WHAT IS NEEDED: Give back, exactly as written, the lines from the beginning of the listing through the one that contains "const isExported = (node: ts.Node): boolean".

PROVIDED ENTRIES:
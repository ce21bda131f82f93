import { readFileSync } from 'node:fs';
import ts from 'typescript';

/** The guards of the project, and how the access table calls what they ask. */
const GUARDS: Readonly<Record<string, string>> = {
  publicAction: 'public',
  openRoute: 'public',
  requireUser: 'site',
  siteAction: 'site',
  siteRoute: 'site',
  requireProgram: 'program',
  // Of the pages of a list: `requireProgram`, then the list.
  requireList: 'program',
  programAction: 'program',
  programRoute: 'program',
  apiRoute: 'token',
  apiProgramRoute: 'token',
};

const HTTP_METHODS = new Set(['GET', 'HEAD', 'POST', 'PUT', 'PATCH', 'DELETE', 'OPTIONS']);

/** By exported name (the method of a route, the function of an action module, `page`), what is asked: `program lists.read`. */
export type Declared = Record<string, string>;

const isUseServer = (node: ts.Statement | undefined): boolean =>
  node !== undefined &&
  ts.isExpressionStatement(node) &&
  ts.isStringLiteral(node.expression) &&
  node.expression.text === 'use server';

const isExported = (node: ts.Node): boolean =>
  ts.canHaveModifiers(node) &&
  (ts.getModifiers(node) ?? []).some(({ kind }) => kind === ts.SyntaxKind.ExportKeyword);

function parse(file: string): ts.SourceFile {
  const text = readFileSync(file, 'utf8');
  return ts.createSourceFile(file, text, ts.ScriptTarget.Latest, true, ts.ScriptKind.TSX);
}

function visitAll(node: ts.Node, visit: (each: ts.Node) => void): void {
  visit(node);
  ts.forEachChild(node, (child) => visitAll(child, visit));
}

/** The guards called in a node, also through a constant of the same file, in their order; `unguarded` without any. */
function asked(node: ts.Node): string {
  const found: string[] = [];
  const followed = new Set<ts.Node>([node]);
  const visit = (each: ts.Node): void => {
    if (!ts.isCallExpression(each) || !ts.isIdentifier(each.expression)) return;
    const name = each.expression.text;
    const kind = GUARDS[name];
    if (kind !== undefined) found.push([kind, ...actionOf(each)].join(' '));
    const local = constantsOf(node.getSourceFile()).find((one) => one.name.getText() === name);
    if (local === undefined || followed.has(local)) return;
    followed.add(local);
    visitAll(local, visit);
  };
  visitAll(node, visit);
  return found.length === 0 ? 'unguarded' : found.join(', ');
}

const constantsOf = (source: ts.SourceFile): ts.VariableDeclaration[] =>
  source.statements
    .filter(ts.isVariableStatement)
    .flatMap(({ declarationList }) => declarationList.declarations);

/** The action that a guard is given: a text among its arguments, or `action` of an object among them. */
function actionOf(call: ts.CallExpression): string[] {
  return call.arguments.flatMap((argument) => {
    if (ts.isStringLiteral(argument)) return [argument.text];
    if (!ts.isObjectLiteralExpression(argument)) return [];
    return argument.properties
      .filter(ts.isPropertyAssignment)
      .filter((property) => property.name.getText() === 'action' && ts.isStringLiteral(property.initializer))
      .map((property) => (property.initializer as ts.StringLiteral).text);
  });
}

/** The names that a declaration gives; none where all of them refuse every request. */
function namesOf({ name, initializer }: ts.VariableDeclaration): string[] {
  if (!ts.isObjectBindingPattern(name)) return [name.getText()];
  const refusesAll =
    initializer !== undefined &&
    ts.isCallExpression(initializer) &&
    initializer.expression.getText() === 'otherMethods';
  return refusesAll ? [] : name.elements.map((element) => element.name.getText());
}

/** Every exported value of a module and the node that defines it. */
function exportsOf(source: ts.SourceFile): [string, ts.Node][] {
  const variables = source.statements
    .filter(ts.isVariableStatement)
    .flatMap((statement) =>
      statement.declarationList.declarations.flatMap((one) =>
        namesOf(one).map((name) => ({ name, one, statement })),
      ),
    );
  const exported: [string, ts.Node][] = variables
    .filter(({ statement }) => isExported(statement))
    .map(({ name, one }) => [name, one]);
  for (const statement of source.statements) {
    if (ts.isFunctionDeclaration(statement) && isExported(statement)) {
      exported.push([statement.name?.text ?? 'default', statement]);
    }
    if (ts.isExportAssignment(statement)) exported.push(['default', statement]);
    if (!ts.isExportDeclaration(statement)) continue;
    const clause = statement.exportClause;
    if (clause === undefined || !ts.isNamedExports(clause)) {
      exported.push([statement.getText(), statement]);
      continue;
    }
    for (const { name, propertyName } of clause.elements) {
      const local = variables.find((variable) => variable.name === (propertyName ?? name).getText());
      exported.push([name.getText(), local?.one ?? statement]);
    }
  }
  return exported;
}

export function declaredByRoute(file: string): Declared {
  const handlers = exportsOf(parse(file)).filter(([name]) => HTTP_METHODS.has(name));
  return Object.fromEntries(handlers.map(([name, node]) => [name, asked(node)]));
}

export function declaredByActions(file: string): Declared {
  return Object.fromEntries(exportsOf(parse(file)).map(([name, node]) => [name, asked(node)]));
}

export function declaredByPage(file: string): Declared {
  const page = parse(file).statements.find(
    (one): one is ts.FunctionDeclaration =>
      ts.isFunctionDeclaration(one) &&
      (ts.getModifiers(one) ?? []).some(({ kind }) => kind === ts.SyntaxKind.DefaultKeyword),
  );
  if (!page) throw new Error(`${file} has no default function`);
  return { page: asked(page) };
}

/** Whether the module is one of server actions. */
export function isActionModule(file: string): boolean {
  return isUseServer(parse(file).statements[0]);
}

/** Whether a function inside the module is a server action, which the table could not name. */
export function hasInlineAction(file: string): boolean {
  let found = false;
  visitAll(parse(file), (node) => {
    if (ts.isBlock(node) && node.statements.some(isUseServer)) found = true;
  });
  return found;
}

ANSWER BOX:
repository ce21bda131f82f93
import { readFileSync } from 'node:fs';
import ts from 'typescript';

/** The guards of the project, and how the access table calls what they ask. */
const GUARDS: Readonly<Record<string, string>> = {
  publicAction: 'public',
  openRoute: 'public',
  requireUser: 'site',
  siteAction: 'site',
  siteRoute: 'site',
  requireProgram: 'program',
  // Of the pages of a list: `requireProgram`, then the list.
  requireList: 'program',
  programAction: 'program',
  programRoute: 'program',
  apiRoute: 'token',
  apiProgramRoute: 'token',
};

const HTTP_METHODS = new Set(['GET', 'HEAD', 'POST', 'PUT', 'PATCH', 'DELETE', 'OPTIONS']);

/** By exported name (the method of a route, the function of an action module, `page`), what is asked: `program lists.read`. */
export type Declared = Record<string, string>;

const isUseServer = (node: ts.Statement | undefined): boolean =>
  node !== undefined &&
  ts.isExpressionStatement(node) &&
  ts.isStringLiteral(node.expression) &&
  node.expression.text === 'use server';

const isExported = (node: ts.Node): boolean =>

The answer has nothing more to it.